Além dos desenhos, o Quarteto também teve dois filmes. Isso mesmo, dois. O primeiro foi completado em 1994, dirigido por Roger Corman, o mestre dos filmes B, e jamais viu a luz do Sol. Além de um elenco sofrível, o filme tinha efeitos especiais paupérrimos, com o Tocha Humana se transformando em um desenho animado toda vez que ficava em chamas. De tão ruim, o filme teve sua distribuição proibida pelo próprio Stan Lee, mas apesar de nunca ter passado nos cinemas nem lançado em video, pode ser encontrado perdido por aí na internet, em uma versão pirateada por alguém que tinha acesso aos rolos.
O segundo filme foi lançado em 2005, dentro da onda de novos filmes Marvel para o cinema. A princípio, houve algum descontentamento dos fãs pela escolha do diretor Tim Story, que só tinha feito quatro filmes até então, sendo que um deles foi o Taxi de Gisele Bündchen; e por Jessica Alba ter sido escolhida para interpretar Sue Storm. Apesar disso e das críticas extremamente desfavoráveis, o filme foi extremamente bem sucedido, e já tem uma continuação prevista para o ano que vem, Fantastic Four and the Rise of Silver Surfer. Além de Alba, fazem parte do elenco Ioan Gruffud como Sr. Fantástico, Chris Evans como o Tocha Humana, Michael Chiklis (da série The Shield) como o Coisa, e Julian McMahon (de Nip/Tuck) como o Dr. Destino.

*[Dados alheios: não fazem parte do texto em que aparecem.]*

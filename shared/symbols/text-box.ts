import { toRadians, type Millimetres, type MM } from '../units'
import type { TextMark } from './display-list'
import { capHeight, measureText } from './text-metrics'

/** Width of a text mark with its tracking. Tracking follows every letter but the last. */
export const textMarkWidth = (mark: TextMark): Millimetres =>
  measureText(mark.text, mark.size, mark.weight) +
  (mark.tracking ?? 0) * Math.max(0, [...mark.text].length - 1)

/** Left end of the base line of a text mark, millimetres: where every surface begins to set it. */
export function baselineStart(mark: TextMark): MM {
  const share = mark.align === 'start' ? 0 : mark.align === 'middle' ? 0.5 : 1
  const back = share * textMarkWidth(mark)
  const down = capHeight(mark.size, mark.weight) / 2
  const turn = toRadians(mark.turn ?? 0)
  const [cos, sin] = [Math.cos(turn), Math.sin(turn)]
  return [mark.at[0] - back * cos - down * sin, mark.at[1] + back * sin - down * cos]
}

/** The four corners of the letters' box, from base line to the height of capitals, starting lower left, counterclockwise. */
export function textCorners(mark: TextMark): [MM, MM, MM, MM] {
  const [x, y] = baselineStart(mark)
  const [width, height] = [textMarkWidth(mark), capHeight(mark.size, mark.weight)]
  const turn = toRadians(mark.turn ?? 0)
  const [cos, sin] = [Math.cos(turn), Math.sin(turn)]
  const corner = (along: number, up: number): MM => [x + along * cos + up * sin, y - along * sin + up * cos]
  return [corner(0, 0), corner(width, 0), corner(width, height), corner(0, height)]
}
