import { computed, ref } from 'vue'

/** Sorts rows by a column that a person chooses; again on the same column turns the order round. Numbers within texts
 *  count as numbers, so MI-9 stands before MI-14. */
export function useSorted<Row, Column extends string>(
  rows: () => readonly Row[],
  values: Record<Column, (row: Row) => string | number>,
  first: NoInfer<Column>,
) {
  const column = ref<Column>(first)
  const isDescending = ref(false)
  const order = new Intl.Collator('en', { numeric: true, sensitivity: 'base' })

  const sorted = computed(() => {
    // Vue unwraps refs of generic type into something that no longer names the column.
    const valueOf = values[column.value as Column]
    const turned = isDescending.value ? -1 : 1
    return [...rows()].sort((a, b) => turned * compare(valueOf(a), valueOf(b)))
  })

  const compare = (a: string | number, b: string | number): number =>
    typeof a === 'number' && typeof b === 'number' ? a - b : order.compare(String(a), String(b))

  function sortBy(next: Column): void {
    isDescending.value = next === column.value ? !isDescending.value : false
    column.value = next as typeof column.value
  }

  /** For aria-sort on the column's heading. */
  const sortOf = (of: Column): 'ascending' | 'descending' | undefined => {
    if (of !== column.value) return undefined
    return isDescending.value ? 'descending' : 'ascending'
  }

  return { sorted, sortBy, sortOf }
}
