import { afterAll, beforeAll, describe, expect, it } from 'vitest'
import { Account } from '../../../server/features/accounts/account.entity'
import { Link } from '../../../server/features/accounts/link.entity'
import { aSheet, signIn, signInAs, startTestServer, type Agent, type TestServer } from '../../support/server'
import { anonymous } from '../../support/sign-in'

let server: TestServer
let administrator: Agent

beforeAll(async () => {
  server = await startTestServer()
  administrator = await signInAs(server, 'administrator')
})
afterAll(() => server.close())

const password = 'three plain words'
const tokenOf = (link: string): string => link.split('/').at(-1) ?? ''
const invite = (email: string, name = 'Ada Holm') => administrator.post('/api/accounts').send({ email, name })
const accept = async (token: string, person: object) =>
  (await anonymous(server)).post(`/api/links/${token}`).send(person)

describe('an invitation', () => {
  it('is made by an administrator, and signs its owner in once', async () => {
    const { status, body } = await invite('Ada@merrow.example')
    expect(status).toBe(201)
    expect(body.account).toMatchObject({ email: 'ada@merrow.example', initials: 'AH', active: false })
    expect(body.link.startsWith(`${server.url}/link/`)).toBe(true)
    const token = tokenOf(body.link)
    const seen = await (await anonymous(server)).get(`/api/links/${token}`)
    expect(seen.body).toEqual({ purpose: 'invitation', email: 'ada@merrow.example', name: 'Ada Holm' })
    const accepted = await accept(token, { email: 'ada@merrow.example', name: 'Ada Holm', password })
    expect(accepted.status).toBe(200)
    expect(accepted.body.account).toMatchObject({ name: 'Ada Holm', administrator: false })
    await signIn(server, 'ada@merrow.example', password)
    const again = await accept(token, {
      email: 'ada@merrow.example',
      name: 'Ada Holm',
      password: 'another long one',
    })
    expect(again.status).toBe(410)
    expect(again.body.type).toBe('/problems/link-used')
  })

  it('is kept as a hash: the database does not hold a link that works', async () => {
    const token = tokenOf((await invite('hashed@merrow.example')).body.link)
    const links = await server.dataSource.manager.find(Link)
    expect(JSON.stringify(links)).not.toContain(token)
  })

  it('works for one of two who use it at the same moment', async () => {
    const token = tokenOf((await invite('twice@merrow.example')).body.link)
    const person = { email: 'twice@merrow.example', name: 'Ada Holm' }
    const answers = await Promise.all([
      accept(token, { ...person, password }),
      accept(token, { ...person, password }),
    ])
    expect(answers.map(({ status }) => status).sort()).toEqual([200, 410])
  })

  it('expires', async () => {
    const token = tokenOf((await invite('late@merrow.example')).body.link)
    await server.dataSource.query(
      `UPDATE link SET expires_at = now() - interval '1 second' WHERE used_at IS NULL`,
    )
    expect((await (await anonymous(server)).get(`/api/links/${token}`)).status).toBe(410)
    expect((await accept(token, { email: 'late@merrow.example', name: 'Ada', password })).status).toBe(410)
  })

  it('is void once the same person is invited again, and refused for someone who is in already', async () => {
    const first = tokenOf((await invite('again@merrow.example')).body.link)
    const second = tokenOf((await invite('again@merrow.example', 'Ada H. Holm')).body.link)
    const person = { email: 'again@merrow.example', name: 'Ada H. Holm', password }
    expect((await accept(first, person)).status).toBe(410)
    expect((await accept(second, person)).status).toBe(200)
    const third = await invite('again@merrow.example')
    expect(third.status).toBe(409)
    expect(third.body).toMatchObject({ type: '/problems/account-exists', errors: [{ pointer: '/email' }] })
  })

  it('is for one e-mail, and wants a password of 12 characters; a refusal does not use it up', async () => {
    const token = tokenOf((await invite('strict@merrow.example')).body.link)
    const other = await accept(token, { email: 'other@merrow.example', name: 'Ada', password })
    expect(other.body).toMatchObject({ type: '/problems/invalid-input', errors: [{ pointer: '/email' }] })
    const short = await accept(token, { email: 'strict@merrow.example', name: 'Ada', password: 'short' })
    expect(short.body).toMatchObject({ type: '/problems/invalid-input', errors: [{ pointer: '/password' }] })
    expect((await accept(token, { email: 'strict@merrow.example', name: 'Ada', password })).status).toBe(200)
  })
})

describe('the first administrator', () => {
  it('is made by a link that works once, and only while there is none', async () => {
    const { links, dataSource } = server.services
    const [first, second] = [
      await links.makeFirstAdministratorLink(),
      await links.makeFirstAdministratorLink(),
    ]
    const token = tokenOf(first ?? '')
    const seen = await (await anonymous(server)).get(`/api/links/${token}`)
    expect(seen.body).toEqual({ purpose: 'first-administrator', email: null, name: null })
    const taken = await accept(token, { email: 'editor@merrow.example', name: 'Tove Orr', password })
    expect(taken.body.type).toBe('/problems/account-exists')
    const made = await accept(token, { email: 'chief@merrow.example', name: 'Una Gray', password })
    expect(made.body.account).toMatchObject({ administrator: true, initials: 'UG' })
    const other = await accept(tokenOf(second ?? ''), {
      email: 'second@merrow.example',
      name: 'No',
      password,
    })
    expect(other.status).toBe(410)
    expect(await links.makeFirstAdministratorLink()).toBeUndefined()
    expect(await dataSource.manager.existsBy(Account, { email: 'second@merrow.example' })).toBe(false)
  })
})

describe('members', () => {
  it('get exactly the roles that are set, and none ends the membership', async () => {
    const sheet = await aSheet(server)
    const { body: accounts } = await administrator.get('/api/accounts')
    const approver = accounts.find(
      (account: { email: string }) => account.email === 'approver@merrow.example',
    )
    const set = (roles: string[]) =>
      administrator.put(`/api/sheets/${sheet.number}/members/${approver.id}`).send({ roles })
    const rolesNow = async () => {
      const { body } = await administrator.get(`/api/sheets/${sheet.number}/members`)
      return body.find((member: { email: string }) => member.email === 'approver@merrow.example')?.roles
    }
    expect(await rolesNow()).toEqual(['approver'])
    expect((await set(['editor', 'compiler', 'editor'])).status).toBe(204)
    expect(await rolesNow()).toEqual(['compiler', 'editor'])
    expect((await set([])).status).toBe(204)
    expect(await rolesNow()).toBeUndefined()
    const agent = await signInAs(server, 'approver')
    expect((await agent.get(`/api/sheets/${sheet.number}`)).status).toBe(404)
  })

  it('are not set by themselves: nobody raises their own role', async () => {
    const sheet = await aSheet(server)
    const { body } = await administrator.get('/api/session')
    const own = await administrator
      .put(`/api/sheets/${sheet.number}/members/${body.account.id}`)
      .send({ roles: ['approver'] })
    expect(own.status).toBe(403)
    expect(own.body.type).toBe('/problems/not-allowed')
  })

  it('have to exist, on a sheet that exists', async () => {
    const sheet = await aSheet(server)
    const nobody = '7d9f0a52-3a6f-4f0e-9d0e-1d6b8a3c2f11'
    const roles = { roles: ['compiler'] }
    expect(
      (await administrator.put(`/api/sheets/${sheet.number}/members/${nobody}`).send(roles)).status,
    ).toBe(404)
    expect((await administrator.put(`/api/sheets/NO-SHEET/members/${nobody}`).send(roles)).status).toBe(404)
  })
})
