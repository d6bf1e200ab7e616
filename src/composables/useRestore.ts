import { ref, shallowRef } from 'vue'
import type { Problem } from '@shared/api/problems'
import { previewRestore, restoreSheet, type Restore, type RestorePreview } from '@shared/api/restores'
import type { LedgerEntry } from '@shared/api/sheets'
import { ApiProblem, call } from '@/api/client'
import { newId } from '@/offline/new-id'
import { useSheetStore } from '@/stores/sheet'

/** Going back to a revision, with an item or behind an entry: first what it would do, then doing it. */
export function useRestore(restore: Restore) {
  const sheet = useSheetStore()
  const preview = shallowRef<RestorePreview | null>(null)
  const problem = ref<Problem | null>(null)
  const isBusy = ref(false)
  /** The entry that was written. */
  const done = shallowRef<LedgerEntry | null>(null)
  /** The call that may be under way: sent again after a lost answer, it has to go by the same key. */
  let sent = { body: '', key: '' }

  async function take(step: (params: { sheet: string }) => Promise<void>): Promise<void> {
    const number = sheet.sheet?.number
    if (!number || isBusy.value) return
    isBusy.value = true
    problem.value = null
    try {
      await step({ sheet: number })
    } catch (error) {
      if (!(error instanceof ApiProblem)) throw error
      problem.value = error.problem
    } finally {
      isBusy.value = false
    }
  }

  /** Looks at what it would do now. */
  const look = (): Promise<void> =>
    take(async (params) => {
      preview.value = await call(previewRestore, { params, body: restore })
    })

  /** Goes back as previewed. */
  const goBack = (message: string, undoLater: boolean): Promise<void> =>
    take(async (params) => {
      const body = { restore, base: preview.value?.base ?? 0, message, undoLater }
      done.value = (
        await call(restoreSheet, { params, body, headers: { 'Idempotency-Key': keyOf(body) } })
      ).entry
    })

  function keyOf(body: object): string {
    const text = JSON.stringify(body)
    if (sent.body !== text) sent = { body: text, key: newId() }
    return sent.key
  }

  return { preview, problem, isBusy, done, look, goBack }
}
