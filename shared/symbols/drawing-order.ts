import type { ItemKind } from '../items/item'

/** Kinds with a place, in the order of drawing: what must stay readable comes later. */
export const drawingOrder: readonly ItemKind[] = [
  'contact',
  'other-line',
  'fault',
  'axial-trace',
  'station',
  'attitude',
  'lineation',
  'unit-label',
]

E, para finalizar este post, como já é quase de hábito, uma curiosidade: ao criar o Quarteto, Lee e Kirby queriam que os heróis ficassem o mais próximos possível das pessoas comuns. Um ponto chave neste projeto foi ambientar suas histórias em Nova Iorque, e não em uma cidade fictícia como Metrópolis ou Gotham City. Ambientação feita, eles decidiram ir ainda mais longe: nas primeiras histórias, ficava subentendido que o Quarteto realmente existia no mundo real, e havia "licenciado" os direitos sobre suas aventuras, para a Marvel, que as retratava em quadrinhos! Acreditem ou não, em várias edições os personagens compravam o último número do Quarteto Fantástico nas bancas, e em uma delas o Homem Impossível chegou a invadir o prédio da Marvel para obrigar a editora a fazer uma revista contando suas aventuras. No final da década de 60 essa idéia foi abandonada, sendo ressucitada em 1984 por John Byrne, que desenhou uma história onde ele mesmo era cobrado pelo editor quanto a uma edição atrasada, e argumentava que não pôde terminá-la porque não teve como contactar o Quarteto Fantástico. Depois disso, alguém deve ter achado que essa idéia era meio ridícula, e o conceito foi abandonado.